Are they running out of ideas?


----------



## Turned Around (Oct 18, 2011)

looks almost like it. i say they nix those ideas, and put out some more higher end kits.
admitedly, i'll probably order a set or two just to give away and say that i have turned them before. that's just me though.


----------



## renowb (Oct 18, 2011)

Haven't seen them. Are they in the catalog?


----------



## renowb (Oct 18, 2011)

I agree. They are novelty type pens. Customers would not pay much I don't believe, but I may be wrong..



Turned Around said:


> looks almost like it. i say they nix those ideas, and put out some more higher end kits.
> admitedly, i'll probably order a set or two just to give away and say that i have turned them before. that's just me though.


----------



## Whaler (Oct 18, 2011)

I don't like that kit at all. I do like the looks of the new Majestic letter opener though.


----------



## Powerstroke 7.3 (Oct 18, 2011)

I saw those shock pens and showed the picture to a motorhead buddy of mine and he liked it. So I would say if they were showed to the right crowd of folks they would sell. I will probably order one to give to him.


----------



## hewunch (Oct 18, 2011)

Ok, so the starter kit is one of each plating and a set of bushings.

10.95
10.95
11.95
4.95

Now they say that equals 46.75 but I get 38.80. No wonder this hobby is getting so expensive!


----------



## hewunch (Oct 18, 2011)

also the middle one is missing something down near the point.


----------



## steeler fan1 (Oct 18, 2011)

hewunch said:


> Ok, so the starter kit is one of each plating and a set of bushings.
> 
> 10.95
> 10.95
> ...


 

That also includes a drill bit $7.95, thus the 46.75 price.

Carl


----------



## Texatdurango (Oct 18, 2011)

No wonder some people turn their noses up when "home made" pens are mentioned, the kits are looking cheezier and cheezier every day! And as mentioned above, looking more like the "100 for $49.95" novelty pens (complete with your company name) placed in a cup at the register for give away pens!

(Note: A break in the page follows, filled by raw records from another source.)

// sigmas brings back what siteDraws reads of a fit.
func sigmas(c *Candidate) fitResult {
	var r fitResult
	for _, l := range c.Leaves() {
		switch l.Name {
		case "wind_yield_sigma_shared":
			r.WindShared = l.X
		case "wind_yield_sigma_own":
			r.WindOwn = l.X
		case "solar_yield_sigma_shared":
			r.SolarShared = l.X
		case "solar_yield_sigma_own":
			r.SolarOwn = l.X
		case "wind_kw":
			r.WindKW = l.X
		case "solar_kw":
			r.SolarKW = l.X
		}
	}
	return r
}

I'm guessing they feel horrible to write with.


----------



## seamus7227 (Oct 18, 2011)

hewunch said:


> also the middle one is missing something down near the point.


 
that is because they dont have quality people assembling their pens for them:biggrin: It sorta goes back to what Drstrangefart is talking about with the government and stupidity


----------



## Fibonacci (Oct 18, 2011)

That is kind of special.


----------



## hewunch (Oct 18, 2011)

steeler fan1 said:


> hewunch said:
> 
> 
> > Ok, so the starter kit is one of each plating and a set of bushings.
> ...




That may be, but this is what the description says. "This is a great way to get started making the Shock Absorber Pen Kit.  You get one of each pen style in three different Spring finishes; Black  Enamel Spring (Item# PKSAPENBK), Gun Metal Spring (Item # PKSAPENGM) and  Black T/N, Chrome (Item # PKJPENBT). PLUS a Shock Absorber Pen Bushing  Set."

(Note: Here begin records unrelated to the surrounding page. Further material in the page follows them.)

package gen

import (
	"os"
	"testing"

	"groundtally/assets/citedtable"
	"groundtally/geo"
)

func TestProjectionChecks(t *testing.T) {
	table, err := citedtable.ParseFS(os.DirFS("../../testdata/check"), "sample_projection.csv")
	if err != nil {
		t.Fatal(err)
	}
	checks, err := table.Checks()
	if err != nil {
		t.Fatal(err)
	}
	for _, c := range checks {
		t.Run(c.ID, func(t *testing.T) {
			var got float64
			switch c.Quantity {
			case "utm_easting_m":
				got, _ = utmForward(geo.LonLat{Lon: c.In["lon"], Lat: c.In["lat"]}, c.In["meridian"])
			case "utm_northing_m":
				_, got = utmForward(geo.LonLat{Lon: c.In["lon"], Lat: c.In["lat"]}, c.In["meridian"])
			case "utm_inverse_lon_deg":
				got = utmInverse(c.In["x"], c.In["y"], c.In["meridian"]).Lon
			case "utm_inverse_lat_deg":
				got = utmInverse(c.In["x"], c.In["y"], c.In["meridian"]).Lat
			default:
				t.Fatalf("unknown quantity %q", c.Quantity)
			}
			if !c.OK(got) {
				t.Errorf("%s = %.9f, want %.9f within %g", c.Quantity, got, c.Expected, c.Tolerance)
			}
		})
	}
}

func TestPlaneThereAndBack(t *testing.T) {
	for _, p := range kms(-12, -7.5, 12, 7.5, 0, 0, 3.3, -6.9) {
		e, n := utmForward(lonLat(p), centralMeridianDeg)
		if back := (geo.XY{X: e - originEastingM, Y: n - originNorthingM}); back.Dist(p) > 1e-5 {
			t.Errorf("%v comes back as %v", p, back)
		}
	}
}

It says nothing about a drill bit.


----------



## Parson (Oct 18, 2011)

Here's my problem with this new kit, well two problems:

1. No clip! It's a guy's pen all the way around, but has an eye hole for a chain? Come on!

2. I'm betting the thing is awful feeling in the hand. Who wants to push a pen around with a spring on it right at the area where you grip it? They should have turned the design upside down.


----------



## Parson (Oct 18, 2011)

Turned Around said:


> looks almost like it. i say they nix those ideas, and put out some more higher end kits.



I'm Facebook friends with a guy who works at PSI in product development... he's probably on this forum as well. I sent him a PM through FB and said, "Why not come out with some high end pen kits without the stupid 'bling' crystals on them?"

cricket sounds..... cricket sounds.... cricket sounds.....

No reply.

If only these companies would really listen to their customers. I know they _think_ they listen, but they've deceived themselves. That or they have no choice in the matter... the manufacturers overseas are calling the design shots and they must offer what is supplied to them to keep the customers coming back or interested.


----------



## pensbydesign (Oct 18, 2011)

looks like a good start to an entry for ugly pen contest


----------



## Haynie (Oct 18, 2011)

Heck, I got about a thousand valve springs around this place.  Maybe I'll make me a few pens.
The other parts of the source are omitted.